Não me apeguei a nenhuma promessa, a nenhum beijo, a nenhum cheiro. Não lembro a cor dos olhos, dos cabelos, a temperatura da pele, o perfume. Me lembro do falar, como se tudo não passasse de uma tragédia cômica, e do medo de uma desobediência. Me lembro da caligrafia, da vergonha dos erros de português, do sorriso, sinal de fraqueza escondido por trás da hostilidade. Me lembro do que só eu via. Me lembro do sadismo das certezas. Da aceitação dos dogmas. Me lembro do valor dado ao dinheiro e a todas as coisas materiais.

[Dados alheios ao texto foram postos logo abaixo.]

#[tokio::test]
async fn imported_tests_show_their_import_and_sessions_end_on_the_record() {
    use sha2::Digest;
    let app = spawn_app().await;
    let f = build_frame(&app, json!({"rule": "every_test"})).await;
    let (s, saved) = app
        .post(
            &format!("/api/v1/projects/{}/import-mappings", f.project),
            &json!({"name": "m", "mapping": serde_json::to_value(crate::transfer::mapping()).unwrap()}),
        )
        .await;
    assert_eq!(s, 201, "{saved}");
    let rows = vec![
        crate::transfer::row("I-1", "1010", 1900.0, 11.0),
        crate::transfer::row("I-2", "1020", 1900.0, 11.0),
    ];
    let body = crate::transfer::csv_bytes(b',', false, &rows);
    let sha = hex::encode(sha2::Sha256::digest(&body));
    let (s, rep) = answer(
        app.client
            .post(app.url(&format!(
                "/api/v1/projects/{}/imports?mapping=m&commit=true&file_name=site.csv",
                f.project
            )))
            .body(body),
    )
    .await;
    assert_eq!(s, 201, "{rep}");
    let (_, tests) = app
        .get(&format!("/api/v1/lots/{}/field-tests", f.lot))
        .await;
    let ids: Vec<i64> = tests
        .as_array()
        .or_else(|| tests["tests"].as_array())
        .unwrap()
        .iter()
        .map(|t| t["test"]["id"].as_i64().or(t["id"].as_i64()).unwrap())
        .collect();
    assert_eq!(ids.len(), 2);
    for id in ids {
        let (_, hist) = app.get(&format!("/api/v1/field-tests/{id}/history")).await;
        let import = hist
            .as_array()
            .unwrap()
            .iter()
            .find(|h| h["action"] == "import")
            .unwrap_or_else(|| panic!("test {id} shows its import: {hist}"));
        assert_eq!(import["actor"], "T. Quality (t.qc)");
        assert!(!import["at"].as_str().unwrap().is_empty());
        let after = &import["after"];
        assert_eq!(
            after["sha256"], sha,
            "the file's SHA-256, computed here from the bytes sent"
        );
    }

    // Sign-out and expiry are audited.
    let (s, secret) = sign_in_form(&app, "t.viewer", TEST_PASSWORD).await;
    assert_eq!(s, 303);
    let me = session_client(&app, &secret.unwrap());
    let r = me.post(app.url("/sign-out")).send().await.unwrap();
    assert_eq!(r.status().as_u16(), 303);
    let (s, _) = sign_in_form(&app, "t.tech", TEST_PASSWORD).await;
    assert_eq!(s, 303);
    sqlx::query(
        "UPDATE sessions SET last_seen_at = '2020-01-01T00:00:00Z' WHERE ended_at IS NULL AND user_id = $1",
    )
    .bind(db_user(&app, "t.tech").await)
    .execute(&app.sql)
    .await
    .unwrap();
    let (s, _) = app.get_as(As::Tech, "/api/v1/me").await;
    assert_eq!(s, 401);
    let actions: Vec<String> =
        sqlx::query_scalar("SELECT action FROM audit_log WHERE entity = 'session' ORDER BY id")
            .fetch_all(&app.sql)
            .await
            .unwrap();
    assert!(actions.contains(&"sign_out".to_string()), "{actions:?}");
    assert!(
        actions.contains(&"session_expired".to_string()),
        "{actions:?}"
    );
}

#[tokio::test]
async fn sessions_end_after_seven_days_however_busy() {
    let app = spawn_app().await;
    let (s, _) = app.get_as(As::Viewer, "/api/v1/me").await;
    assert_eq!(s, 200);
    let now = liftledger::clock::now();
    let eight_days_ago = liftledger::clock::format(
        liftledger::clock::parse(&now).unwrap() - time::Duration::days(8),
    );
    sqlx::query("UPDATE sessions SET created_at = $1, last_seen_at = $2 WHERE user_id = $3")
        .bind(&eight_days_ago)
        .bind(&now)
        .bind(db_user(&app, "t.viewer").await)
        .execute(&app.sql)
        .await
        .unwrap();
    let (s, _) = app.get_as(As::Viewer, "/api/v1/me").await;
    assert_eq!(s, 401, "used a minute ago, but signed in eight days ago");
}

#[tokio::test]
async fn people_are_removed_disabled_and_change_passwords_and_sessions_end_at_once() {
    let app = spawn_app().await;
    let f = build_frame(&app, json!({"rule": "every_test"})).await;
    let lot = format!("/api/v1/lots/{}", f.lot);

    // Removing a membership ends the member's sessions.
    let (s, _) = app.get_as(As::Viewer, &lot).await;
    assert_eq!(s, 200);
    let (s, r) = app
        .post_as(
            As::Admin,
            &format!("/api/v1/projects/{}/members/remove", f.project),
            &json!({"username": "t.viewer"}),
        )
        .await;
    assert_eq!(s, 200, "{r}");
    let (s, _) = app.get_as(As::Viewer, "/api/v1/me").await;
    assert_eq!(s, 401);

    // Changing one's own password needs the current one and ends every other session.
    let (_, second) = sign_in_form(&app, "t.tech", TEST_PASSWORD).await;
    let second = session_client(&app, &second.unwrap());
    let change = |current: &str, new: &str| {
        app.client_as(As::Tech)
            .post(app.url("/api/v1/me/password"))
            .json(&json!({"current_password": current, "new_password": new}))
    };
    let (s, e) = answer(change("not-my-password", "a-brand-new-password")).await;
    assert_eq!(s, 422, "{e}");
    assert_eq!(e["error"]["field"], "current_password");
    let (s, r) = answer(change(TEST_PASSWORD, "a-brand-new-password")).await;
    assert_eq!(s, 200, "{r}");
    let (s, _) = answer(second.get(app.url("/api/v1/me"))).await;
    assert_eq!(s, 401, "the other session ended");
    let (s, _) = app.get_as(As::Tech, "/api/v1/me").await;
    assert_eq!(s, 401, "this session ended too (a new cookie replaces it)");
    let (s, _) = sign_in_form(&app, "t.tech", TEST_PASSWORD).await;
    assert_eq!(s, 401);
    let (s, _) = sign_in_form(&app, "t.tech", "a-brand-new-password").await;
    assert_eq!(s, 303);

    // An admin's reset forces a change at the next sign-in.
    let eng = db_user(&app, "t.engineer").await;
    let (s, r) = app
        .post_as(
            As::Admin,
            &format!("/api/v1/users/{eng}/password-reset"),
            &json!({"new_password": "temporary-pass-1"}),
        )
        .await;
    assert_eq!(s, 200, "{r}");
    let (s, _) = app.get_as(As::Engineer, "/api/v1/me").await;
    assert_eq!(s, 401, "the reset ended the engineer's session");
    let r = app
        .anonymous
        .post(app.url("/sign-in"))
        .form(&[("username", "t.engineer"), ("password", "temporary-pass-1")])
        .send()
        .await
        .unwrap();
    assert_eq!(r.status().as_u16(), 303);
    assert_eq!(r.headers()["location"], "/account");
    let (_, secret) = sign_in_form(&app, "t.engineer", "temporary-pass-1").await;
    let eng_client = session_client(&app, &secret.unwrap());
    let (s, e) = answer(eng_client.get(app.url(&lot))).await;
    assert_eq!(
        s, 403,
        "nothing but the password change until it is done: {e}"
    );
    let page = eng_client.get(app.url("/account")).send().await.unwrap();
    assert_eq!(page.status().as_u16(), 200);
    assert!(page.text().await.unwrap().contains("must-change"));
    let r = eng_client
        .post(app.url("/account"))
        .form(&[
            ("current_password", "temporary-pass-1"),
            ("new_password", "engineers-own-pass"),
            ("confirm_password", "engineers-own-pass"),
        ])
        .send()
        .await
        .unwrap();
    assert_eq!(r.status().as_u16(), 303);
    let (_, secret) = sign_in_form(&app, "t.engineer", "engineers-own-pass").await;
    let (s, _) = answer(session_client(&app, &secret.unwrap()).get(app.url(&lot))).await;
    assert_eq!(s, 200);
}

Me lembro de um amor pela arte escondido, inalcançável. Me lembro dos cutucões no cantinho do pé, da sinceridade da bebida, da violência da dúvida. Da agressão que esconde a timidez. Me lembro de todos os passados, das mortes, da dor do abandono. Me lembro do cuspe, das marcas no rosto e nos braços, do chão, das baratas, do mato, do céu infinito sem estrelas, das mãos dadas, do abraço parado no tempo. Me lembro das flores, das rosas jogadas no rio. Me lembro da perseguição, dos pontos de ônibus vazios de madrugada, do frio, do desprezo, da apatia. Me lembro do reencontro, da aproximação silenciosa, da percepção do fim. Não sinto saudades, mas me lembro de tudo; como dádiva e maldição.
3 comentários:
A saudade é o atestado da felicidade, guardado na gaveta da memória.
Bjos!
Olá, boa tarde!
Realmente: memória é dádiva e maldição.
bjOus
O grande contraste do baú que armazena tempo: a memória.